Administration Issues National Strategy for Trusted Identities in Cyberspace

Last Friday the Obama Administration released its National Strategy for Trusted Identities in Cyberspace (NSTIC), a plan to leverage private sector tools to make it easier for some kinds of transactions to happen online. This would include both consumer and government transactions, and attempt to establish a system where identity can be confirmed online in a way that is much more certain than what is commonly done online.

The strategy outlines the establishment of an Identity Ecosystem that would “securely support transactions that range from anonymous to fully-authenticated and from low- to high-value.” This statement recognizes that some aspects of the Internet not only do not need identities to be confirmed to the same extent desired for something like a mortgage contract, but can thrive on anonymity. As the Strategy envisions this Ecosystem, various credentials and other means of authenticating or authorizing a person for certain activities or transactions would be established (likely evolving from some of what’s currently available). These items could then be used when a person seeks to access a number of different goods and services online. One of the selling points to consumers would be that this Ecosystem would reduce the need to maintain a number of different identities and/or passwords to operate on the web.

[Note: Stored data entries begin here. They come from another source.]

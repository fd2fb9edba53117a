import { z } from 'zod'
import { limits } from '../utils/limits'
import { ParameterSetSchema } from './parameter-set'
import { lineOfText } from './text'

const note = z
  .string({ error: 'expected a note as text' })
  .trim()
  .max(limits.noteLength, {
    error: `expected a note of at most ${limits.noteLength} characters`,
  })

/** Body of a new set: its first version. */
export const SetRequestSchema = z.strictObject({
  name: lineOfText('a name'),
  parameters: ParameterSetSchema,
  note: note.default(''),
})
export type SetRequest = z.infer<typeof SetRequestSchema>

/** Body of the next version; `basedOn` is the version that was edited, so that nobody overwrites unseen work. */
export const SetVersionRequestSchema = z.strictObject({
  parameters: ParameterSetSchema,
  note: note.default(''),
  basedOn: z.int({ error: 'expected the number of the version that was edited' }).min(1),
})
export type SetVersionRequest = z.infer<typeof SetVersionRequestSchema>

export const SetRenameSchema = z.strictObject({ name: lineOfText('a name') })
export type SetRename = z.infer<typeof SetRenameSchema>

/** Path of one version. */
export const VersionParamsSchema = z.strictObject({
  setId: z.uuid(),
  version: z
    .string()
    .regex(/^[1-9]\d{0,8}$/)
    .transform(Number),
})
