import { z } from 'zod'
import { limits } from '../utils/limits'

// Control characters, line and paragraph separators, and the marks that reverse the direction of what follows.
// eslint-disable-next-line no-control-regex
const unprintable = /[\u0000-\u001f\u007f-\u009f\u2028\u2029\u202a-\u202e\u2066-\u2069\ufeff]/

/** One printable line, trimmed, 1 to 200 characters: names that appear in lists, headers and file names. */
export const lineOfText = (what: string, max: number = limits.nameLength) =>
  z
    .string({ error: `expected ${what} as text` })
    .trim()
    .min(1, { error: `expected ${what}; found an empty text` })
    .max(max, { error: `expected ${what} of at most ${max} characters` })
    .refine((text) => !unprintable.test(text), {
      error: `expected ${what} in one line without control characters; found one`,
    })
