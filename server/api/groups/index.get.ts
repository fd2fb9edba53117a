import { toGroup } from '../../services/account-answer'
import { listOwnGroups } from '../../services/groups.service'
import { defineAccountRoute } from '../../utils/define-route'

export default defineAccountRoute({
  handler: async ({ user }) => ({ groups: (await listOwnGroups(user.id)).map(toGroup) }),
})
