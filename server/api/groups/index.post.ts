import { GroupRequestSchema } from '../../../shared/schemas/group'
import { toGroup } from '../../services/account-answer'
import { openGroup } from '../../services/groups.service'
import { defineAccountRoute } from '../../utils/define-route'

export default defineAccountRoute({
  body: GroupRequestSchema,
  status: 201,
  handler: async ({ body, user }) => toGroup(await openGroup(body, user.id)),
})
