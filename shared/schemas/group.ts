import { z } from 'zod'
import { lineOfText } from './text'

export const GroupRequestSchema = z.strictObject({ name: lineOfText('a group name') })
export type GroupRequest = z.infer<typeof GroupRequestSchema>
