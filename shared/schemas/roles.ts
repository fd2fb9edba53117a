import { z } from 'zod'

/** Roles within a group, weakest first. */
export const roles = ['viewer', 'editor', 'owner'] as const
export const RoleSchema = z.enum(roles)
export type Role = z.infer<typeof RoleSchema>

/** True when `held` allows everything that `needed` allows. */
export const isAtLeast = (held: Role, needed: Role): boolean => roles.indexOf(held) >= roles.indexOf(needed)
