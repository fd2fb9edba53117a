import { z } from 'zod'
import { limits } from '../utils/limits'
import { quantities } from './quantities'
import { quantitySchema } from './quantity'

export const axisUnits = ['meV', 'eV', 'cm^-1', 'nm'] as const
export const measurementKinds = ['absorption', 'emission'] as const
export const delimiters = ['comma', 'semicolon', 'tab', 'blanks'] as const
export const decimalMarks = ['point', 'comma'] as const
export const encodings = ['utf-8', 'utf-16le', 'utf-16be', 'windows-1252'] as const

/** How a delimited text file is to be read. Proposed by the reader, corrected and confirmed by a person. */
export const TableReadingSchema = z.strictObject({
  encoding: z.enum(encodings),
  delimiter: z.enum(delimiters),
  decimalMark: z.enum(decimalMarks),
  /** Lines before the first row of numbers. */
  headerLines: z.int().min(0).max(10_000),
  axisColumn: z.int().min(0).max(999),
  valueColumn: z.int().min(0).max(999),
  uncertaintyColumn: z.int().min(0).max(999).nullable(),
  axisUnit: z.enum(axisUnits),
  /**
   * Whether values per nm become values per meV (multiply by lambda^2/(hc)). Emission is a density and needs it,
   * absorbance does not.
   */
  applyJacobian: z.boolean(),
})
export type TableReading = z.infer<typeof TableReadingSchema>

/** Body that turns an uploaded file into a stored measurement. */
export const MeasurementRequestSchema = z.strictObject({
  fileId: z.uuid(),
  name: z.string().trim().min(1, { error: 'expected a name; found an empty text' }).max(limits.nameLength),
  kind: z.enum(measurementKinds),
  sampleName: z.string().trim().max(limits.nameLength).default(''),
  temperatureK: quantitySchema(quantities.temperatureK).nullable().default(null),
  note: z.string().max(limits.noteLength).default(''),
  reading: TableReadingSchema,
})
export type MeasurementRequest = z.infer<typeof MeasurementRequestSchema>
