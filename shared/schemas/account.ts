import { z } from 'zod'
import { limits } from '../utils/limits'
import { lineOfText } from './text'

/** Length as a person counts it: one per Unicode code point, not per UTF-16 unit. */
export const countCodePoints = (text: string): number => Array.from(text).length

export const EmailSchema = z
  .string({ error: 'expected an e-mail address as text' })
  .trim()
  .toLowerCase()
  .max(254, { error: 'expected an e-mail address of at most 254 characters' })
  .pipe(z.email({ error: 'expected an e-mail address, for instance name@institute.example' }))

/**
 * A new password: long instead of complicated. Any characters are allowed; nothing has to be mixed in and nothing
 * expires. The server also refuses the ones that everybody uses.
 */
export const NewPasswordSchema = z
  .string({ error: 'expected a password as text' })
  .max(4 * limits.passwordMax, { error: `expected at most ${limits.passwordMax} characters` })
  .superRefine((password, context) => {
    const length = countCodePoints(password.normalize('NFKC'))
    if (length < limits.passwordMin) {
      const message = `expected at least ${limits.passwordMin} characters; found ${length}`
      context.addIssue({ code: 'custom', message, input: undefined })
    }
    if (countCodePoints(password) > limits.passwordMax) {
      const message = `expected at most ${limits.passwordMax} characters; found ${countCodePoints(password)}`
      context.addIssue({ code: 'custom', message, input: undefined })
    }
  })

/** A password to be checked. Its length says nothing: short ones are simply wrong. */
export const GivenPasswordSchema = z.string({ error: 'expected a password as text' }).max(4 * limits.passwordMax)

export const RegistrationSchema = z.strictObject({
  email: EmailSchema,
  name: lineOfText('a name'),
  password: NewPasswordSchema,
})
export type Registration = z.infer<typeof RegistrationSchema>

export const SignInSchema = z.strictObject({
  email: z.string().trim().toLowerCase().max(254),
  password: GivenPasswordSchema,
})
export type SignIn = z.infer<typeof SignInSchema>

export const PasswordChangeSchema = z.strictObject({
  currentPassword: GivenPasswordSchema,
  newPassword: NewPasswordSchema,
})
export type PasswordChange = z.infer<typeof PasswordChangeSchema>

While NSTIC envisions the private sector doing a fair amount of work, the government will proceed with establishing an implementation plan and a national program office to coordinate efforts. Arguably it is in the implementation plan, and how well it is followed, that will determine the success or failure of the strategy. In order for there to be trusted identities online, there must be trust in the tools used and in the entities charged with operating those tools. As this usually has required nudging to take place in other parts of the online landscape, it seems unlikely that this strategy will not be successfully implemented without trust.

Last summer USACM issued comments on a draft of NSTIC. Those comments reflect the concerns expressed above concerning successful implementation and management of this strategy. They still make good sense moving forward with implementation of the Strategy. Issuing this document is the first step in what will likely be a long, multi-year process. It’s not too late to read the Strategy and follow the issue as the implementation plan is developed.